Task Start Duration Finish Time Earliest Finish
Initial 100 100 200 200
First 100 100 200 200
Second 100 100 200 200
Third 100 100 200 200

Result

200

All tasks finish at the same time, so the minimum finishing time is 200.

Complexity Analysis

Measure Complexity Explanation
Time O(n) Each task is processed exactly once
Space O(1) Only a few variables are used

The algorithm performs a single linear scan through the input array. No additional data structures proportional to the input size are allocated, so the space usage remains constant.

Test Cases

sol = Solution()

assert sol.earliestTime([[1, 6], [2, 3]]) == 5          # Example 1
assert sol.earliestTime([[100, 100], [100, 100], [100, 100]]) == 200  # Example 2

assert sol.earliestTime([[5, 10]]) == 15               # Single task
assert sol.earliestTime([[1, 1], [10, 10]]) == 2       # Earliest task is first
assert sol.earliestTime([[10, 10], [1, 1]]) == 2       # Earliest task is later in array

assert sol.earliestTime([[1, 10], [5, 1]]) == 6        # Later start, shorter duration
assert sol.earliestTime([[3, 7], [4, 6]]) == 10        # Equal finish times

assert sol.earliestTime([[100, 1], [1, 100]]) == 101   # Different starts, same finish
assert sol.earliestTime([[1, 100], [2, 2], [3, 3]]) == 4  # Minimum in middle

assert sol.earliestTime([[100, 100]]) == 200           # Maximum constraint values

Test Summary

Test Why
[[1,6],[2,3]] Verifies the first example
[[100,100],[100,100],[100,100]] Verifies the second example
[[5,10]] Single-task input
[[1,1],[10,10]] Earliest completion appears first
[[10,10],[1,1]] Earliest completion appears later
[[1,10],[5,1]] Later start can still finish earlier
[[3,7],[4,6]] Multiple tasks finish simultaneously
[[100,1],[1,100]] Equal finish times from different inputs
[[1,100],[2,2],[3,3]] Minimum occurs in the middle of the array
[[100,100]] Maximum allowed values

Edge Cases

Single Task

When only one task exists, there is no comparison to perform. A common mistake is to assume multiple tasks are available and initialize incorrectly. The implementation handles this naturally because it initializes the answer using the first task and returns it after the loop.
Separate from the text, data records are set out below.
def machine() -> str:
    cpu = ""
    try:
        for line in Path("/proc/cpuinfo").read_text().splitlines():
            if line.startswith("model name"):
                cpu = line.split(":", 1)[1].strip()
                break
    except OSError:
        pass
    core = os.environ.get("OPENBLAS_CORETYPE")
    return (f"{cpu or platform.machine()}, {os.cpu_count()} vCPU, Python {platform.python_version()}, numpy {np.__version__}"
            + (f", OPENBLAS_CORETYPE={core}" if core else ""))


def decode_once(model_dir: Path, cap: int, prompt_ids: list[int], max_new: int, link=None) -> dict:
    """One greedy decode at the cap; speed = 1 / median time per decode step.

    A step is the time between two generated tokens (forward pass, logits,
    sampling, page-ins). Without a link the clock is the process's CPU time
    (the engine runs on one thread here: one BLAS thread, no prefetch), so
    other processes on a shared machine do not count; with the emulated link,
    whose waits are sleeps, it is wall time. The median over a run's steps
    ignores short bursts of other work.
    """
    clock = time.perf_counter_ns if link else time.process_time_ns
    stamps: list[int] = []
    with moerun.load(model_dir, mem_cap=cap, tokenizer=False, link_speed=link) as eng:
        gen = eng.generate(prompt_ids=prompt_ids, max_new=max_new, sampling=Sampling(temperature=0.0),
                           on_token=lambda _t: stamps.append(clock()))
        steps = np.diff(np.array(stamps, np.int64))
        pool = eng.stats.get("pool", {})
        return {"tok_s": 1e9 / float(np.median(steps)), "mean_tok_s": gen.decode_tok_s, "slots": sum(eng.budget.slots),
                "hit_rate": pool.get("hit_rate"), "tokens": gen.new_ids}


def decode_rounds(entries: list[tuple[dict, Path]], prompt_ids, max_new: int, reps: int, link) -> None:
    """Decode every setting once per round, ``reps`` rounds, keeping each setting's best run.

    Interleaving spreads each setting's runs over the whole measurement, so
    other work on a shared machine slows all settings alike instead of a few.
    The emulated-link runs (two rounds) follow the same pattern.
    """
    for r in range(reps):
        _bench.log(f"decode round {r + 1}/{reps} ...")
        for row, d in entries:
            got = decode_once(d, row["cap_bytes"], prompt_ids, max_new)
            if got["tok_s"] > row.get("decode_tok_s", 0.0):
                row["decode_tok_s"] = got["tok_s"]
                row["decode_tok_s_mean"] = got["mean_tok_s"]
            row["slots"], row["hit_rate"], row["tokens"] = got["slots"], got["hit_rate"], got["tokens"]
    if link:
        for r in range(2):
            _bench.log(f"decode round {r + 1}/2 over the emulated link ...")
            for row, d in entries:
                got = decode_once(d, row["cap_bytes"], prompt_ids, max_new, link)
                row["decode_tok_s_link"] = max(row.get("decode_tok_s_link", 0.0), got["tok_s"])


def measure(model_dir: Path, fp32_expert_total: int, text: str, score_tokens) -> dict:
    """Sizes, the cap for this model, and held-out perplexity."""
    with moerun.load(model_dir) as eng:
        s = eng.store
        d, kv, sc = fixed_bytes(s.config, s.dense_nbytes, s.codec.scratch_bytes())
        t0 = time.monotonic()
        r = score_text(eng, text, score_tokens)
        return {
            "file_bytes": s.header.file_size,
            "expert_bytes": s.expert_nbytes,
            "slot_bytes": slot_bytes(s.expert_nbytes),
            "perplexity": r.perplexity,
            "cross_entropy_nats": r.cross_entropy,
            "scored_tokens": r.predicted,
            "score_tok_s": r.tok_s,
            "score_seconds": time.monotonic() - t0,
            "cap_bytes": d + kv + sc + fp32_expert_total // 3,
        }


class Ring:
    def __init__(self, items):
        self.items = list(items)
        self.i = 0

    def next(self):
        self.i = (self.i + 1) % len(self.items)
        return self.items[self.i]


def _pagein_ns(store) -> float:
    """Median warm page-in of one expert, cycling through every expert of the file (page cache, not CPU cache)."""
    c = store.config
    keys = Ring([(layer, e) for layer in range(c.n_layers) for e in range(c.n_experts)])
    buf = np.empty(slot_bytes(store.expert_nbytes), np.uint8)
    for layer, e in keys.items:  # warm the page cache
        store.page_in(layer, e, buf)
    return _bench.per_call_ns(lambda: store.page_in(*keys.next(), buf), reps=64)


def dequant_costs(src: Path, quantized: dict[int, Path]) -> dict:
    """ns per expert: decode (dequantize) for each bit width, fp32 one-token matmul, fp32 page-in (warm)."""
    out: dict = {}
    with moerun.load(src, tokenizer=False) as eng:
        s = eng.store
        rng = np.random.default_rng(0)
        u = rng.standard_normal((1, s.config.d_model)).astype(np.float32)
        w = [x.copy() for x in s.codec.weights(eng.pool.slots[0].bound)]
        out["fp32_matmul_ns"] = _bench.per_call_ns(lambda: expert(u, *w))
        out["fp32_pagein_ns"] = _pagein_ns(s)
        out["fp32_expert_bytes"] = s.expert_nbytes
    out["bits"] = {}
    for bits, d in sorted(quantized.items(), reverse=True):
        with moerun.load(d, tokenizer=False) as eng:
            codec: QuantCodec = eng.store.codec
            ring = Ring([slot.bound for slot in eng.pool.slots])  # every resident expert in turn, as decode meets them
            dq = _bench.per_call_ns(lambda codec=codec, ring=ring: codec.weights(ring.next()))
            both = _bench.per_call_ns(lambda codec=codec, ring=ring: expert(u, *codec.weights(ring.next())))
            pin = _pagein_ns(eng.store)
            out["bits"][bits] = {"dequant_ns": dq, "dequant_matmul_ns": both, "pagein_ns": pin,
                                 "expert_bytes": eng.store.expert_nbytes, "scratch_bytes": codec.scratch_bytes()}
    return out


def render(doc: dict) -> tuple[str, str]:
    rows = []
    base = doc["fp32"]
    link = doc.get("link_speed_emulated")

    def speeds(r):
        out = [f"{r['decode_tok_s']:.0f}"]
        if link:
            out.append(f"{r['decode_tok_s_link']:.0f}")
        return out

    rows.append(["fp32 (source)", "-", "-", f"{base['file_bytes'] / 2**20:.2f}", f"{base['expert_bytes']:,}",
                 f"{base['perplexity']:.4f}", "-", f"{base['slots']}/{doc['n_experts_total']}", *speeds(base)])
    for r in doc["rows"]:
        attn = "f16" if r["attn_bits"] == 16 else f"{r['attn_bits']}-bit"
        rows.append([f"{r['expert_bits']}-bit", attn, r["method"], f"{r['file_bytes'] / 2**20:.2f}", f"{r['expert_bytes']:,}",
                     f"{r['perplexity']:.4f}", f"{100 * (r['perplexity'] / base['perplexity'] - 1):+.2f}%",
                     f"{r['slots']}/{doc['n_experts_total']}", *speeds(r)])
    heads = ["experts", "attention", "method", "file MiB", "B/expert", "held-out ppl", "vs fp32", "resident", "decode tok/s"]
    if link:
        heads.append(f"tok/s, {link / 1e9:g} GB/s link (emulated)")
    t1 = table(heads, rows, "lll" + "r" * (len(heads) - 3))
    dq = doc["dequant"]
    rows2 = [["fp32 (no decode)", f"{dq['fp32_expert_bytes']:,}", "-", f"{dq['fp32_matmul_ns'] / 1e3:.1f}",
              f"{dq['fp32_pagein_ns'] / 1e3:.1f}", "-"]]
    for bits, v in dq["bits"].items():
        rows2.append([f"{bits}-bit", f"{v['expert_bytes']:,}", f"{v['dequant_ns'] / 1e3:.1f}", f"{v['dequant_matmul_ns'] / 1e3:.1f}",
                      f"{v['pagein_ns'] / 1e3:.1f}", f"{v['dequant_ns'] / dq['fp32_matmul_ns']:.1f}x"])
    t2 = table(["experts", "B/expert", "dequant us", "(dequant +) 1-token expert us", "page-in us (warm)", "dequant / fp32 matmul"],
               rows2, "lrrrrr")
    return t1, t2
Multiple Tasks Finishing at the Same Time

Different tasks may have different start times and durations but still produce the same finishing time. For example, [[1,4],[2,3]] gives finishing times of 5 and 5. The algorithm correctly returns 5 because it tracks the minimum value, regardless of how many times that value occurs.

Later Start Time Finishing Earlier

A task that starts later can still finish first if its duration is much shorter. For example, [[1,10],[5,1]] produces finishing times 11 and 6. An incorrect solution might focus only on the smallest start time or smallest duration. This implementation always computes the true finish time si + ti, ensuring the correct answer is found.

All Tasks Identical

If every task has the same start time and duration, every finishing time is identical. The algorithm still works because the minimum of identical values is that same value. No special handling is required.